More on the weight issue --- I've been trying to lose weight since January. I've been going up and down because of stressfull events like death in the family, or out of the ordinary things that cause changes in my eating habits, like road trips or visitors to our house. I'm down about 10lbs overall though. I really fell off the bandwagon about two weeks ago, and gained about 6 lbs back in that period... but for this next month while we earnestly trying to conceive I'm going to try to be very good about eating, and exercise! I hate exercise... ;)

Thursday, July 7, 2011

One day until...

My doctor's appointment. One day until I find out if I'm going to get any medical help for my abnormal body. Can't wait!

Wednesday, July 6, 2011

The reason for this blog

Beginning is the hardest part. Beginning this post, which is the beginning of this blog, and that, in turn, is the beginning of this journey. Taking that first step down a path with an uncertain destination, but knowing if you never begin the certainties that await you are undesirable at best. In this case, the beginning is admitting to myself that I need help as far as my reproductive system goes. Admitting that all the self-research and self-medicating is not moving me forward. Admitting that all I've done so far is obsess over what I feel I should able to accomplish alone.

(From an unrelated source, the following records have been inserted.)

import { describe, expect, it } from 'vitest';
import { DEFAULT_SCALE, impedanceColor, legendStops, luminance, NO_VALUE_COLOR, paletteAt, scaleFor, scalePosition } from '../../src/export/colorScale';

const hexRgb = (c: string) => [1, 3, 5].map((i) => parseInt(c.slice(i, i + 2), 16) / 255);
const toLin = (c: number) => (c <= 0.04045 ? c / 12.92 : Math.pow((c + 0.055) / 1.055, 2.4));

// Deuteranopia simulation, severity 1 (Machado, Oliveira & Fernandes 2009, matrix from memory),
// applied in linear RGB; returns the simulated relative luminance (WCAG 2.x weights).
function deuteranLuminance(c: string): number {
  const [r, g, b] = hexRgb(c).map(toLin);
  const M = [[0.367322, 0.860646, -0.227968], [0.280085, 0.672501, 0.047413], [-0.01182, 0.04294, 0.968881]];
  const s = M.map((row) => Math.min(1, Math.max(0, row[0] * r + row[1] * g + row[2] * b)));
  return 0.2126 * s[0] + 0.7152 * s[1] + 0.0722 * s[2];
}

describe('impedance colour scale', () => {
  it('is monotone in luminance along |Z| (common practice: a sequential scale must read in order without hue)', () => {
    let prev = -1;
    for (let k = 0; k <= 40; k++) {
      const L = luminance(paletteAt(k / 40));
      expect(L).toBeGreaterThan(prev);
      prev = L;
    }
  });

  it('stays monotone for a deuteranope (Machado et al. 2009 simulation, from memory)', () => {
    let prev = -1;
    for (let k = 0; k <= 20; k++) {
      const L = deuteranLuminance(paletteAt(k / 20));
      expect(L).toBeGreaterThan(prev);
      prev = L;
    }
    // WCAG 2.x contrast ratio between the ends, as seen by a deuteranope: clearly apart.
    const lo = deuteranLuminance(paletteAt(0)), hi = deuteranLuminance(paletteAt(1));
    expect((hi + 0.05) / (lo + 0.05)).toBeGreaterThan(3);
  });

  it('maps log |Z| linearly and clamps outside the range', () => {
    const s = { minOhms: 100, maxOhms: 1e6 };
    expect(scalePosition(100, s)).toBeCloseTo(0, 12);
    expect(scalePosition(1e4, s)).toBeCloseTo(0.5, 12); // log10: 2 → 4 → 6
    expect(scalePosition(1e6, s)).toBeCloseTo(1, 12);
    expect(scalePosition(1, s)).toBe(0);
    expect(scalePosition(1e12, s)).toBe(1);
    expect(impedanceColor(1e12, s)).toBe(paletteAt(1));
    expect(impedanceColor(1e-3, s)).toBe(paletteAt(0));
    expect(impedanceColor(null, s)).toBe(NO_VALUE_COLOR);
    expect(impedanceColor(Number.NaN, s)).toBe(NO_VALUE_COLOR);
    expect(paletteAt(0)).not.toBe(paletteAt(1));
    expect(paletteAt(0)).toMatch(/^#[0-9a-f]{6}$/);
  });

  it('widens a scale to whole decades', () => {
    expect(scaleFor([350, 2.2e5])).toEqual({ minOhms: 100, maxOhms: 1e6 });
    expect(scaleFor([1000])).toEqual({ minOhms: 100, maxOhms: 1e4 });
    expect(scaleFor([null, undefined])).toEqual(DEFAULT_SCALE);
  });

  it('labels legend ticks per decade with SI prefixes (IEC 60027 / SI brochure prefixes)', () => {
    const stops = legendStops({ minOhms: 10, maxOhms: 1e6 });
    expect(stops.map((s) => s.label)).toEqual(['10 Ω', '100 Ω', '1 kΩ', '10 kΩ', '100 kΩ', '1 MΩ']);
    expect(stops[0].t).toBeCloseTo(0, 12);
    expect(stops[stops.length - 1].t).toBeCloseTo(1, 12);
    expect(stops[2].color).toBe(impedanceColor(1000, { minOhms: 10, maxOhms: 1e6 }));
    const many = legendStops({ minOhms: 1e-3, maxOhms: 1e12 }, 6);
    expect(many.length).toBeLessThanOrEqual(6);
    expect(many[0].label).toBe('1 mΩ');
  });
});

My walk as a Christian is shaky and inconsistent, but I am trying to change my habits to reflect a Godly relationship with my Saviour. In that, I'm having to take that first step, that leap of faith and stop relying on what I can do for myself as far as my fertility goes. It's not in my hands. Does that mean I won't go to a doctor and try to get medical help? No. I truly believe that God gave humans the intelligence to discover how His creation functions. But even going to a doctor is a leap of faith for me. Starting this journal is another. Both are part of a greater acknowledgement of my own imperfections, and discovering how to be content in all things.

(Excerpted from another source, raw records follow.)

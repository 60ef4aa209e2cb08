import { mkdtempSync, readFileSync, writeFileSync } from 'node:fs';
import { tmpdir } from 'node:os';
import { join } from 'node:path';
import { describe, expect, it } from 'vitest';
import { main } from '../../src/cli/analyze';
import { annotatedSvg } from '../../src/export/exportDrawing';
import { DEFAULT_EXPORT_OPTIONS } from '../../src/export/liveOptions';
import { saveDrawing } from '../../src/schematic/file';
import { all, exampleDrawing, exampleNetlist, parseXml } from './fixtures';

/** What must match between two exports: groups with their colours, and every text. */
function essence(svg: string) {
  const { doc, problems } = parseXml(svg);
  expect(problems).toEqual([]);
  const groups = all(doc, 'g').filter((g) => g.getAttribute('id')).map((g) => `${g.getAttribute('id')}|${g.getAttribute('class') ?? ''}|${g.getAttribute('stroke') ?? ''}`);
  const texts = all(doc, 'text').map((t) => t.textContent!.replace(/date \d{4}-\d\d-\d\d/, 'date'));
  return { groups, texts };
}

const quiet = () => {};

describe('command line --svg', () => {
  const dir = mkdtempSync(join(tmpdir(), 'polesketch-svg-'));

  it('writes the same annotated SVG as the browser export for a saved drawing', async () => {
    const doc = await exampleDrawing('readout-cascode-regulated');
    const file = join(dir, 'drawing.json');
    writeFileSync(file, saveDrawing(doc));
    const out = join(dir, 'drawing.svg');
    expect(await main([file, '--svg', out], quiet, quiet)).toBe(0);
    const cli = readFileSync(out, 'utf8');
    const browser = annotatedSvg(doc, DEFAULT_EXPORT_OPTIONS); // what the top bar's export writes for a freshly opened drawing
    expect(essence(cli)).toEqual(essence(browser));
    expect(essence(cli).groups.some((g) => g.startsWith('net-out|net|#'))).toBe(true);
    expect(essence(cli).groups).toContain('slowest-node|slowest|');
  });

  it('lays out a netlist file first, giving the same parts, nets and colours as the import in the browser', async () => {
    const file = join(dir, 'netlist.json');
    writeFileSync(file, JSON.stringify(exampleNetlist('sensor-cs-miller')));
    const out = join(dir, 'netlist.svg');
    expect(await main([file, '--svg', out], quiet, quiet)).toBe(0);
    const browser = annotatedSvg(await exampleDrawing('sensor-cs-miller'), DEFAULT_EXPORT_OPTIONS);
    expect(essence(readFileSync(out, 'utf8'))).toEqual(essence(browser));
  });

  it('names the problem when the SVG cannot be written or the option has no value', async () => {
    const file = join(dir, 'n2.json');
    writeFileSync(file, JSON.stringify(exampleNetlist('sensor-cs-miller')));
    const errs: string[] = [];
    expect(await main([file, '--svg', join(dir, 'no-such-dir', 'x.svg')], quiet, (s) => errs.push(s))).toBe(1);
    expect(errs.join(' ')).toMatch(/cannot write/);
    const errs2: string[] = [];
    expect(await main([file, '--svg'], quiet, (s) => errs2.push(s))).toBe(1);
    expect(errs2.join(' ')).toMatch(/--svg needs a value/);
  });
});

I think I have always know that I would struggle with having children. I always wanted to adopt, and even before my body physically matured, I asked my mom if she would surrogate for me if I was never able to have my own kids. Maybe that is a normal question for a little girl, but now it only strikes me as odd.

Once I hit puberty, my fears heightened. You see, there's a cycle that a woman's body has to go through in order to be able to reproduce. Mine doesn't really do it. Sure, every once in a while, when it feels like it, usually at the most inconvenient times for me (first day at a new job anyone?). But for the most part, my body has never worked the way most people's does. I don't even get sick the same way most people to. I feel like I'm always part of the 0.00001% of the population that will get the same virus as everyone else but it manifests in the most obscure ways. Anyway, I'm headed to a new doctor on Friday to get all checked out. Again. I'm hoping that she will take me seriously. The last doctor I had been going to (over a year ago) was pretty awful. For example: they recorded my blood pressure when they didn't even take it. So why should I trust them with my uterus???

All that being said, I am holding onto the promise of Psalm 113:9. I believe that I will one day be the joyful mother of children. And it may be through adoption instead of through more natural means. I'm perfectly fine with that. If my husband and I were a little older (most countries have age requirements) I would possibly pursue that and forget all this medical junk. I think one day my husband and I will pursue adoption regardless of whether we have biological children or not. While this journey has an uncertain destination, I highly prefer it to the certainty of relying solely on myself.

But, until then, I'm just the barren woman.